▶ [Records shown]:
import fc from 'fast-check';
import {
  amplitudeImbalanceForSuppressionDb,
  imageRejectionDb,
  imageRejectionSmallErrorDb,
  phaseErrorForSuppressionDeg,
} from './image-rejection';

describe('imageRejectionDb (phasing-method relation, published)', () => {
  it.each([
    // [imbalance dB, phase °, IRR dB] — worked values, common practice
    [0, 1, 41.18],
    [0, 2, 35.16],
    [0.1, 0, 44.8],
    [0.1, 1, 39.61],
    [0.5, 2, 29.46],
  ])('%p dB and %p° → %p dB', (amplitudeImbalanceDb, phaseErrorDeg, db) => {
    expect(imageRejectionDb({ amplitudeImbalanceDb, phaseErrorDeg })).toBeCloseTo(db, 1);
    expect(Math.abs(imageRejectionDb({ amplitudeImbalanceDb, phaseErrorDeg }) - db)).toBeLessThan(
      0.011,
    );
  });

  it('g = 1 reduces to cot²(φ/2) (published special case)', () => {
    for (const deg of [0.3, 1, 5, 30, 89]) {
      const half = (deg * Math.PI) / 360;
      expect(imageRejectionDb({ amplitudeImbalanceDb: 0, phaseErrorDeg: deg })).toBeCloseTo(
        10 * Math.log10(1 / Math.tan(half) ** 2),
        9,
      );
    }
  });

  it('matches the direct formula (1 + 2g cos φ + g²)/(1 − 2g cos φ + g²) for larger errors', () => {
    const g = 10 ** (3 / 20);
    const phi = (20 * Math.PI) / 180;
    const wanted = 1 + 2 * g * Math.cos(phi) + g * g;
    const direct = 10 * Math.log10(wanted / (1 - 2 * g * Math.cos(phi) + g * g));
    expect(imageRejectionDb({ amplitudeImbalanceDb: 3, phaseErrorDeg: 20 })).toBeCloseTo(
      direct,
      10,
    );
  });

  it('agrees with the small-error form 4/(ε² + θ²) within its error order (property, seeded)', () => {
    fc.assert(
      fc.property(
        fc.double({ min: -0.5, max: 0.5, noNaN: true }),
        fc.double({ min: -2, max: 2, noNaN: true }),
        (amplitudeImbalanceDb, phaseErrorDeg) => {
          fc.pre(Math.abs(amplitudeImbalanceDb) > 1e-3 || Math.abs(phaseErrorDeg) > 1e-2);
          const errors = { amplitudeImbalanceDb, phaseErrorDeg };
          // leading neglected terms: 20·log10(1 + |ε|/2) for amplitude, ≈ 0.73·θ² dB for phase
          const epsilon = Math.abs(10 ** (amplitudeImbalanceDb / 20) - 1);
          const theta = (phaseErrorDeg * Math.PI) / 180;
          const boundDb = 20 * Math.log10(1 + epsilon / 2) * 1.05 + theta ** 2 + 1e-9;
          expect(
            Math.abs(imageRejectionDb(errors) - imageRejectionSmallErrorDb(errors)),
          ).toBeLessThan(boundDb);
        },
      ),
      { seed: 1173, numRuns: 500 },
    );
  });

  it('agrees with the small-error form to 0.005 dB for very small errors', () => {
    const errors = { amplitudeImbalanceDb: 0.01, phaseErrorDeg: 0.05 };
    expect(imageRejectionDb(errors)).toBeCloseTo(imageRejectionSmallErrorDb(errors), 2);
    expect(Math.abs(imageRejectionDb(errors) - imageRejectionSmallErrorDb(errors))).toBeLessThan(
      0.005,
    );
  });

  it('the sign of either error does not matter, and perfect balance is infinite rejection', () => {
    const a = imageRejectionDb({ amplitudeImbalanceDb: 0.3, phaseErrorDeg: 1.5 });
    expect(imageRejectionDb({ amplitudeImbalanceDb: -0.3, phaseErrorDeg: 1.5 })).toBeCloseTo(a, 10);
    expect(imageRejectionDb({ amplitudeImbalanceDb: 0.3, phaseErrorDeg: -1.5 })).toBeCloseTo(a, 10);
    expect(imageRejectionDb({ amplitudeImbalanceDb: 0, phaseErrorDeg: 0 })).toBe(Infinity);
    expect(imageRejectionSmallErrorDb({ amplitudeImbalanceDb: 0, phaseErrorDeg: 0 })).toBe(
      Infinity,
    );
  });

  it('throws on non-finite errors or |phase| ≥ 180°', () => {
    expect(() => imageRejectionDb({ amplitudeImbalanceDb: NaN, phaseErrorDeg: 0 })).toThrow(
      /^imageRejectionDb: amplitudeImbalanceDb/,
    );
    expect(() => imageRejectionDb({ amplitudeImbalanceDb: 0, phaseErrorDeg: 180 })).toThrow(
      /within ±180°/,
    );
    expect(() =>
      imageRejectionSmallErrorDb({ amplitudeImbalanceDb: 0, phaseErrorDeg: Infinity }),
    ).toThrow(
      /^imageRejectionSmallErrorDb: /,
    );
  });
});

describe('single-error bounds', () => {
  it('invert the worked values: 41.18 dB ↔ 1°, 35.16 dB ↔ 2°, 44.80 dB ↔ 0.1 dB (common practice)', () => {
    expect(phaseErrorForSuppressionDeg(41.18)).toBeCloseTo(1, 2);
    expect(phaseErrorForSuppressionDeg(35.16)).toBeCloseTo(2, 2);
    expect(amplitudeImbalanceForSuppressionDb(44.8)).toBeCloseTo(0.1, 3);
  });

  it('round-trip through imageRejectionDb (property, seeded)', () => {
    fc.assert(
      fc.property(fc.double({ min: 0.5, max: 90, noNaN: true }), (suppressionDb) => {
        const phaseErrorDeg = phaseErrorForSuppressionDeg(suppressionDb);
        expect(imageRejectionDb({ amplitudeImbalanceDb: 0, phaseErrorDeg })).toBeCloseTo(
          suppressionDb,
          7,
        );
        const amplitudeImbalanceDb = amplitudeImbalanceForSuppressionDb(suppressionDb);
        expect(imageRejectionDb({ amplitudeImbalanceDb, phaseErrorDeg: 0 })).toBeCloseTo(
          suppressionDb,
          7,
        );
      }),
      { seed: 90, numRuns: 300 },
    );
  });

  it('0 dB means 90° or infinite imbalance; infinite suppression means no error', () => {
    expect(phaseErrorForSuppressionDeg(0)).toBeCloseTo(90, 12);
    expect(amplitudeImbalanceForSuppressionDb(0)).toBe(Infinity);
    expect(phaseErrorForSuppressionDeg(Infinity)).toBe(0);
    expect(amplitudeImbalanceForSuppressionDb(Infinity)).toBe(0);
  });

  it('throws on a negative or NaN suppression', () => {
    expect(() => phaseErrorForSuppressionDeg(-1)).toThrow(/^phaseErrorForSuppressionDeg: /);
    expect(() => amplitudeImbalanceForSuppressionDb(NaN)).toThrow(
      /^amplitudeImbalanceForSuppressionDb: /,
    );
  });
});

* * *

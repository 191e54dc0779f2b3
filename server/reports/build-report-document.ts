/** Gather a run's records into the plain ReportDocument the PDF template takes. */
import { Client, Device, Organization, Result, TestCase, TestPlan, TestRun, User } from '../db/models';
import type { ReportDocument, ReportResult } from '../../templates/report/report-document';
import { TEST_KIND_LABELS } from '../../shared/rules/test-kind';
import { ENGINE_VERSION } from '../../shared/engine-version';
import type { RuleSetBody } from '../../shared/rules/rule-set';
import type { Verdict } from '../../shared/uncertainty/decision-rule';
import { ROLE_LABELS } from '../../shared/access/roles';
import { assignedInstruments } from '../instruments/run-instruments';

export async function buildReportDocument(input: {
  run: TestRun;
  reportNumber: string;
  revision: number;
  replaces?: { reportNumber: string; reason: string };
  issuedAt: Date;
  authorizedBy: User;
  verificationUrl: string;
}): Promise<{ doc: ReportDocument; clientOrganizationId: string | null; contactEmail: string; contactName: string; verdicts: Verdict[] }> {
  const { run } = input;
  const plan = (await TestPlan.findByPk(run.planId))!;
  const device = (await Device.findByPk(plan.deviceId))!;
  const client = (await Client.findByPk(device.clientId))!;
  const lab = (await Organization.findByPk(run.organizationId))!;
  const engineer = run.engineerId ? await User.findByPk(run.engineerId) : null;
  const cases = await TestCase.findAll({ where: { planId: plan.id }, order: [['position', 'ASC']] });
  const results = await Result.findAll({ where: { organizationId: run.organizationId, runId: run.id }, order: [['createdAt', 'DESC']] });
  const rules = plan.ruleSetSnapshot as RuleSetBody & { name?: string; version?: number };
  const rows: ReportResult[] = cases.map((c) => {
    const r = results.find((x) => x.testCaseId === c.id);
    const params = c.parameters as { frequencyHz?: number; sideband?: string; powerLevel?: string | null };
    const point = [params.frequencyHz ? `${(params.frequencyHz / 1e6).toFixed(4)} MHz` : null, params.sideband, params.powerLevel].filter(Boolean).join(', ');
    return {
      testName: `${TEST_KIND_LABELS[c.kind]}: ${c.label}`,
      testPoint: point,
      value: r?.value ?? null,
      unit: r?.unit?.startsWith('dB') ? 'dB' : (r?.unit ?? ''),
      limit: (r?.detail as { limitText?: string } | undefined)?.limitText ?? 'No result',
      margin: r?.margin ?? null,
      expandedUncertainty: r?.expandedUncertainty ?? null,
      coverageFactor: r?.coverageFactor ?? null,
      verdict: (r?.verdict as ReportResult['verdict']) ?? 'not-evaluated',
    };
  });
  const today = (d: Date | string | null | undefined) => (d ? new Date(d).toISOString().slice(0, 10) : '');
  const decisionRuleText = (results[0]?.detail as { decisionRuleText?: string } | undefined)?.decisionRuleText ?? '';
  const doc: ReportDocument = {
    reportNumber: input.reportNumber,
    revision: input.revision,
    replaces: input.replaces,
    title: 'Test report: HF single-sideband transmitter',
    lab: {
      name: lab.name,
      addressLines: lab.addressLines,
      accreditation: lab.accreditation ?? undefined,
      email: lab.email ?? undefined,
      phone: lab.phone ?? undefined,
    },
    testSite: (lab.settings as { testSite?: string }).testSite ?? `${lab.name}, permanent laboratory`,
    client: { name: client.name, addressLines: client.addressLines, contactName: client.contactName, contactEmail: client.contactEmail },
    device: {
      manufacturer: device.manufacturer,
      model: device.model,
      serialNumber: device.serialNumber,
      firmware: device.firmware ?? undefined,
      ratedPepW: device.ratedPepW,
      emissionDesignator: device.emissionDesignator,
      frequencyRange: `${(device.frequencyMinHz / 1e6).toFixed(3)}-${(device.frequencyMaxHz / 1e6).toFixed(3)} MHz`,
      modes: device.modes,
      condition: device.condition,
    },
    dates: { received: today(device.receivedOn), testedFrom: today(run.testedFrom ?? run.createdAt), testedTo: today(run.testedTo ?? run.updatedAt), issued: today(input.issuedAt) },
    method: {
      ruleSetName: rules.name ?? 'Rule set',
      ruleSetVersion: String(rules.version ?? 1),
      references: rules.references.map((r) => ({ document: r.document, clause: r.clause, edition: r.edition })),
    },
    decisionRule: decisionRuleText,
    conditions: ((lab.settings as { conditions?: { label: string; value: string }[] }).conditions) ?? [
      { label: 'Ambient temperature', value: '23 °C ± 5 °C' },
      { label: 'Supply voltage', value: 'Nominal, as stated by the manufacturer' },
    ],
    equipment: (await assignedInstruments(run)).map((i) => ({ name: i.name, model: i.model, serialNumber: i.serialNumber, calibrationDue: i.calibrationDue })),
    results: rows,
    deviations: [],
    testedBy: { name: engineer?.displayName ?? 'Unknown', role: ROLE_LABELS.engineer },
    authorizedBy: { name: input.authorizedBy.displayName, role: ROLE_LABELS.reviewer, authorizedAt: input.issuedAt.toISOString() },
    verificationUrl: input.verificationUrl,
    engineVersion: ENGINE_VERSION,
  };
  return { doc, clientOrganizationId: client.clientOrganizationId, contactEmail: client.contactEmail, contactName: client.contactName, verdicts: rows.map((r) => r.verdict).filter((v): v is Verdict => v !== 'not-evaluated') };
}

▶ [What needs to be done]: Give back, exactly as written, the stretch from the line with "import fc from 'fast-check';" through the line with "const half = (deg * Math.PI) / 360;", and no other lines from the records above.

▶ [Your response]:
import fc from 'fast-check';
import {
  amplitudeImbalanceForSuppressionDb,
  imageRejectionDb,
  imageRejectionSmallErrorDb,
  phaseErrorForSuppressionDeg,
} from './image-rejection';

describe('imageRejectionDb (phasing-method relation, published)', () => {
  it.each([
    // [imbalance dB, phase °, IRR dB] — worked values, common practice
    [0, 1, 41.18],
    [0, 2, 35.16],
    [0.1, 0, 44.8],
    [0.1, 1, 39.61],
    [0.5, 2, 29.46],
  ])('%p dB and %p° → %p dB', (amplitudeImbalanceDb, phaseErrorDeg, db) => {
    expect(imageRejectionDb({ amplitudeImbalanceDb, phaseErrorDeg })).toBeCloseTo(db, 1);
    expect(Math.abs(imageRejectionDb({ amplitudeImbalanceDb, phaseErrorDeg }) - db)).toBeLessThan(
      0.011,
    );
  });

  it('g = 1 reduces to cot²(φ/2) (published special case)', () => {
    for (const deg of [0.3, 1, 5, 30, 89]) {
      const half = (deg * Math.PI) / 360;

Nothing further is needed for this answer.